How many boats are entered soooo far?????

Might wanna come from LA to beat some p'cola buttt!!!!!!!!!!!!

Don't fish Redfish ........But......Might wannna come beat Andy!!!!!!!!!!!!!!!!!!!!

Can he catch a cold??????????????????????DuHHHHHHHHHHHHHHHHHHHH!!!!!!!!!!!!!!!!!!!!!!!!!!!!!!!!!!!!

Laffin!!!!!

George


----------



## fishinmagician

I will consider entering, this is the first I've heard of it, sounds like a lotta fun, there are plenty of redfish out there.


----------



## nb&twil

> *Brant Peacher (2/15/2009)*We are in!


Who's fishing with you? Mike?


----------



## Drew Mixon

already paid up. 

bring it on, pugsly (that's what lil' drew calls you anyway--among other things). i'm sure the pensacola butts are ready for your big spaking. you are th' man! :looser

hopefully the new boat will be ready by then. depending on TONY. where are my numbers!?!?!? or are you holding out so you dont have to worry about me and Curtis? if the blazer is not ready, we'll be in the 20' action craft. either way, we'll be able to get to the creek that has been holing 8 pounders all month. 

cheers.

andy (reminds me of my mom. i miss her. :angel)


----------



## brnbser

regardless of how I may personally feel regarding this matter, as a moderator......address this in person or how ever ya'll choose but plain and simple, on here, keep it between the two of you or keep it off the forum.....period!


----------



## Speckulator

My apologies to the forum!!!!!!!

George Simon


----------



## Drew Mixon

pre tournament smak talk is no longer allowed? sheesh. what's next, assigned seating?

cheers.

drew


----------



## MAXWELL

If there is assigned seating, I would like to sit next to Drew.


----------



## JoeZ

> *MAXWELL (2/17/2009)*If there is assigned seating, I would like to sit next to Drew.

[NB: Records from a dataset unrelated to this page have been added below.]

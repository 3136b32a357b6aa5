/**
 * Sentences published by others, with what they say. Sources: NR "NMEA Revealed" (gpsd project); RL gpsd regression logs;
 * GN go-nmea tests; PN pynmea2 README and tests; NP NmeaParser sample log; and as noted. Checksums recomputed as valid.
 * Latitude and longitude in degrees to 1e-7; null where the sentence has no position.
 */
export const publishedGga = [
  // D. DePriest's NMEA page, and many others
  {
    id: 'E1',
    text: '$GPGGA,123519,4807.038,N,01131.000,E,1,08,0.9,545.4,M,46.9,M,,*47',
    at: [48.1173, 11.5166667],
    quality: 1,
    satellites: 8,
    hdop: 0.9,
    ageMs: null,
    stationId: null,
  },
  // PN
  {
    id: 'E2',
    text: '$GPGGA,184353.07,1929.045,S,02410.506,E,1,04,2.6,100.00,M,-33.9,M,,0000*6D',
    at: [-19.4840833, 24.1751],
    quality: 1,
    satellites: 4,
    hdop: 2.6,
    ageMs: null,
    stationId: 0,
  },
  // GN: satellites without a leading zero
  {
    id: 'E3',
    text: '$GNGGA,203415.000,6325.6138,N,01021.4290,E,1,8,2.42,72.5,M,41.5,M,,*7C',
    at: [63.4268967, 10.35715],
    quality: 1,
    satellites: 8,
    hdop: 2.42,
    ageMs: null,
    stationId: null,
  },
  // GN: negative altitude
  {
    id: 'E4',
    text: '$GPGGA,034225.077,3356.4650,S,15124.5567,E,1,03,9.7,-25.0,M,21.0,M,,0000*51',
    at: [-33.9410833, 151.4092783],
    quality: 1,
    satellites: 3,
    hdop: 9.7,
    ageMs: null,
    stationId: 0,
  },
  // NR: only twelve fields
  {
    id: 'E5',
    text: '$GNGGA,001043.00,4404.14036,N,12118.85961,W,1,12,0.98,1113.0,M,-21.3,M*47',
    at: [44.069006, -121.3143268],
    quality: 1,
    satellites: 12,
    hdop: 0.98,
    ageMs: null,
    stationId: null,
  },
  // RL nmea-rtk.log
  {
    id: 'E6',
    text: '$GNGGA,132819.60,4134.49795459,N,09345.03431408,W,2,10,0.9,278.161,M,-31.442,M,6.6,0133*6A',
    at: [41.5749659, -93.7505719],
    quality: 2,
    satellites: 10,
    hdop: 0.9,
    ageMs: 6600,
    stationId: 133,
  },
  {
    id: 'E7',
    text: '$GPGGA,132829.90,4134.49950965,N,09345.03456915,W,2,09,1.0,279.275,M,-31.442,M,14.8,0133*47',
    at: [41.5749918, -93.7505762],
    quality: 2,
    satellites: 9,
    hdop: 1,
    ageMs: 14_800,
    stationId: 133,
  },
  {
    id: 'E8',
    text: '$GNGGA,133859.80,4134.50180205,N,09345.03586649,W,4,19,0.7,280.827,M,-31.442,M,5.8,0002*6D',
    at: [41.57503, -93.7505978],
    quality: 4,
    satellites: 19,
    hdop: 0.7,
    ageMs: 5800,
    stationId: 2,
  },
  {
    id: 'E9',
    text: '$GNGGA,133900.00,4134.50180323,N,09345.03586581,W,4,19,0.7,280.827,M,-31.442,M,6.0,0002*61',
    at: [41.5750301, -93.7505978],
    quality: 4,
    satellites: 19,
    hdop: 0.7,
    ageMs: 6000,
    stationId: 2,
  },
  // NP
  {
    id: 'E10',
    text: '$GNGGA,235647.00,3403.47162394,N,11711.80927093,W,5,10,1.2,403.600,M,-32.133,M,1.0,0000*61',
    at: [34.0578604, -117.1968212],
    quality: 5,
    satellites: 10,
    hdop: 1.2,
    ageMs: 1000,
    stationId: 0,
  },
  // RL: age 0.0 is an age
  {
    id: 'E11',
    text: '$GNGGA,231408.00,4503.94632,N,00739.54368,E,5,12,0.82,257.4,M,47.2,M,0.0,0041*64',
    at: [45.065772, 7.6590613],
    quality: 5,
    satellites: 12,
    hdop: 0.82,
    ageMs: 0,
    stationId: 41,
  },
  // a positioning-module wiki: 34 satellites, station above 1023
  {
    id: 'E12',
    text: '$GNGGA,063924.000,3037.643956,N,10348.010829,E,5,34,0.46,507.909,M,-32.181,M,1.0,3335*76',
    at: [30.6273993, 103.8001805],
    quality: 5,
    satellites: 34,
    hdop: 0.46,
    ageMs: 1000,
    stationId: 3335,
  },
  // RL
  {
    id: 'E13',
    text: '$GPGGA,165010.000,4143.6057,N,08338.0788,W,6,00,50.0,203.8,M,-33.7,M,,0000*5D',
    at: [41.7267617, -83.6346467],
    quality: 6,
    satellites: 0,
    hdop: 50,
    ageMs: null,
    stationId: 0,
  },
  {
    id: 'E14',
    text: '$GPGGA,051251.00,5742.7698833,N,01201.3559333,E,7,03,,48.07,M,37.042,M,,*4B',
    at: [57.7128314, 12.0225989],
    quality: 7,
    satellites: 3,
    hdop: null,
    ageMs: null,
    stationId: null,
  },
  {
    id: 'E15',
    text: '$GPGGA,125106,3854.5087,N,07726.4523,W,8,10,2.0,268.8,M,-33.9,M,,*7F',
    at: [38.9084783, -77.4408717],
    quality: 8,
    satellites: 10,
    hdop: 2,
    ageMs: null,
    stationId: null,
  },
  // RL: geoid separation and its unit missing
  {
    id: 'E16',
    text: '$GPGGA,204134.80,4205.737907,N,08802.034287,W,2,09,0.9,221.883,M,,,4,0138*1C',
    at: [42.0956318, -88.0339048],
    quality: 2,
    satellites: 9,
    hdop: 0.9,
    ageMs: 4000,
    stationId: 138,
  },
  // RL: age written 0000
  {
    id: 'E17',
    text: '$GPGGA,145243.000,3401.9764,N,11744.8274,W,2,10,0.87,234.7,M,-33.2,M,0000,0000*5F',
    at: [34.03294, -117.7471233],
    quality: 2,
    satellites: 10,
    hdop: 0.87,
    ageMs: 0,
    stationId: 0,
  },
  // RL: zeros are filler
  {
    id: 'E18',
    text: '$GPGGA,000410.00,0000.0000,N,00000.0000,E,0,00,0.0,,M,,M,,*58',
    at: null,
    quality: 0,
    satellites: 0,
    hdop: 0,
    ageMs: null,
    stationId: null,
  },
  // RL: empty position, one comma too many
  {
    id: 'E19',
    text: '$GNGGA,074150.799,,,,,0,00,,,M,0.0,M,,0000,*64',
    at: null,
    quality: 0,
    satellites: 0,
    hdop: null,
    ageMs: null,
    stationId: 0,
  },
  // hobby-board setup guide
  {
    id: 'E20',
    text: '$GPGGA,083217.00,,,,,0,00,99.99,,,,,,*69',
    at: null,
    quality: 0,
    satellites: 0,
    hdop: 99.99,
    ageMs: null,
    stationId: null,
  },
] as const;

/** GST, RMC and ZDA: day is days since 1970-01-01. */
export const publishedOthers = [
  {
    id: 'S1',
    text: '$GPGST,182141.000,15.5,15.3,7.2,21.8,0.9,0.5,0.8*54',
    type: 'gst',
    sigmas: [0.9, 0.5, 0.8],
  }, // NR
  {
    id: 'S2',
    text: '$GPGST,172814.0,0.006,0.023,0.020,273.6,0.023,0.020,0.031*6A',
    type: 'gst',
    sigmas: [0.023, 0.02, 0.031],
  }, // PN
  { id: 'S3', text: '$GNGST,181141.00,46,,,,4.7,1.9,5.3*4A', type: 'gst', sigmas: [4.7, 1.9, 5.3] }, // RL
  {
    id: 'R1',
    text: '$GNRMC,133900.00,A,4134.50180323,N,09345.03586581,W,0.008,0.000,180320,11.5982,E,D*31',
    type: 'date',
    date: '2020-03-18',
    valid: true,
  }, // RL
  {
    id: 'R2',
    text: '$GPRMC,173138.000,V,3145.5214,N,09704.5057,W,000.0,000.0,170318,000.0,E,N*00',
    type: 'date',
    date: '2018-03-17',
    valid: false,
  }, // NemaTode issue 3
  {
    id: 'R3',
    text: '$GPRMC,235960,A,4916.45,N,12311.12,W,0.0,0.0,311216,,*0A',
    type: 'date',
    date: '2016-12-31',
    valid: true,
  }, // a Rust library's tests
  { id: 'Z1', text: '$GPZDA,160012.71,11,03,2004,-1,00*7D', type: 'date', date: '2004-03-11', valid: true }, // NR
] as const;

/** A logger app's unit test has this; its characters give 56. */
export const publishedInvalid = '$GPGGA,,,,,,,,,,,,,,*47';
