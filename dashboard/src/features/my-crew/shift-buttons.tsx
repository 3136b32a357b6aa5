import { Button } from '@fluentui/react-components';
import {
  pauseReasonLabels,
  pauseReasons,
  type PauseReason,
  type ShiftStep,
} from '@hubtack/contracts/shifts/shift.js';
import { useState } from 'react';
import { Sheet } from '../../components/sheet';
import { stepNames } from '../../lib/shift-steps';
import { stepsFrom, type ShiftNow } from './shift-now';
import { useTapping } from './use-tapping';

/** The steps that make sense now. A pause asks for its reason: one tap more, and nobody in the office need wonder. */
export function ShiftButtons({ crewId, shift }: { crewId: number; shift: ShiftNow }) {
  const { step } = useTapping(crewId);
  const [asksReason, setAsksReason] = useState(false);
  const [problem, setProblem] = useState<string | null>(null);
  const tap = async (which: ShiftStep, reason: PauseReason | null) => {
    setAsksReason(false);
    setProblem(null);
    try {
      await step(which, reason);
    } catch (error) {
      setProblem((error as Error).message);
    }
  };
  return (
    <>
      <div className="shift-buttons">
        {stepsFrom[shift.kind].map((which) => (
          <Button
            key={which}
            onClick={() => (which === 'pause' ? setAsksReason(true) : void tap(which, null))}
          >
            {stepNames[which]}
          </Button>
        ))}
      </div>
      {problem && <p role="alert">{problem}</p>}
      {asksReason && (
        <Sheet title="Pause" onClose={() => setAsksReason(false)}>
          <div className="my-crew-sheet pause-reasons">
            {pauseReasons.map((reason) => (
              <Button key={reason} onClick={() => void tap('pause', reason)}>
                {pauseReasonLabels[reason]}
              </Button>
            ))}
          </div>
        </Sheet>
      )}
    </>
  );
}
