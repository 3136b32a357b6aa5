import type { Lane, RibbonSpan } from '@hubtack/contracts/board/lane.js';
import type { FixState } from '@hubtack/contracts/fixes/fix-state.js';
import { stateNow } from '../../live/lane-figures';

/** One rover as the page shows it. */
export interface RoverNow {
  id: number;
  label: string;
  state: FixState;
  since: number | null;
  /** Null: as it is now. Else the phone has no signal, and this is what it last knew, of this time. */
  asOf: number | null;
  lane: Lane | null;
}

/** A span reaches to the end of the hold time or to the answer, whichever came first; the header has whole seconds. */
const STILL_HOLDS_MS = 2000;

/** By the board. While the stream is cut, the rover has not gone quiet: this phone has. */
export function fromLane(lane: Lane, now: number, cutSince: number | null): RoverNow {
  const at = cutSince ?? now;
  return { id: lane.id, label: lane.roverLabel, ...stateNow(lane, at), asOf: cutSince, lane };
}

/** By the day alone, when the board could not be read. */
export function fromSpans(
  rover: { id: number; label: string; spans: readonly RibbonSpan[] },
  asOf: number,
): RoverNow {
  const last = rover.spans.at(-1);
  const holds = last !== undefined && asOf - last.end <= STILL_HOLDS_MS;
  const said = holds
    ? { state: last.state, since: last.start }
    : { state: 'silent' as const, since: last?.end ?? null };
  return { id: rover.id, label: rover.label, ...said, asOf, lane: null };
}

You both should go to McGuire's in Destinfor the Emerald Coast Salwater Seminar Series redfish seminar tomorrow night.

School starts at 7, buffet at 6:30. Class will be led by Eric Holstman.

Shouldn't y'all be fishing?


----------



## Brant Peacher

Freespool, who are you fishing with and what boat? Jeremy? Just curious..

Wil I'm fishing with Jeff Russell


----------



## MAXWELL

Joe, I would love to be there but i will be in Atlanta working.

Drew, are you putting a Evinrude on that Blazer Bay. I don't think I have seen one powered by Evinrude yet?


----------



## Voodoo Lounge

So who all is fishing??


----------



## jimmyjams4110

Team ECRC is in!!!! Giving them the money and registration tomorrow.


----------



## JoeZ

Good deal, good deal.

Quick rules clarification. We have not been able to locate a live tank to hold the expected number of redfish so the dead fish penalty will only apply to the fish when checked at the ramp. If you bring a live fihs to Joe's Bayou, you're good. If he/she/they croak on the ride over, oh well, grill it.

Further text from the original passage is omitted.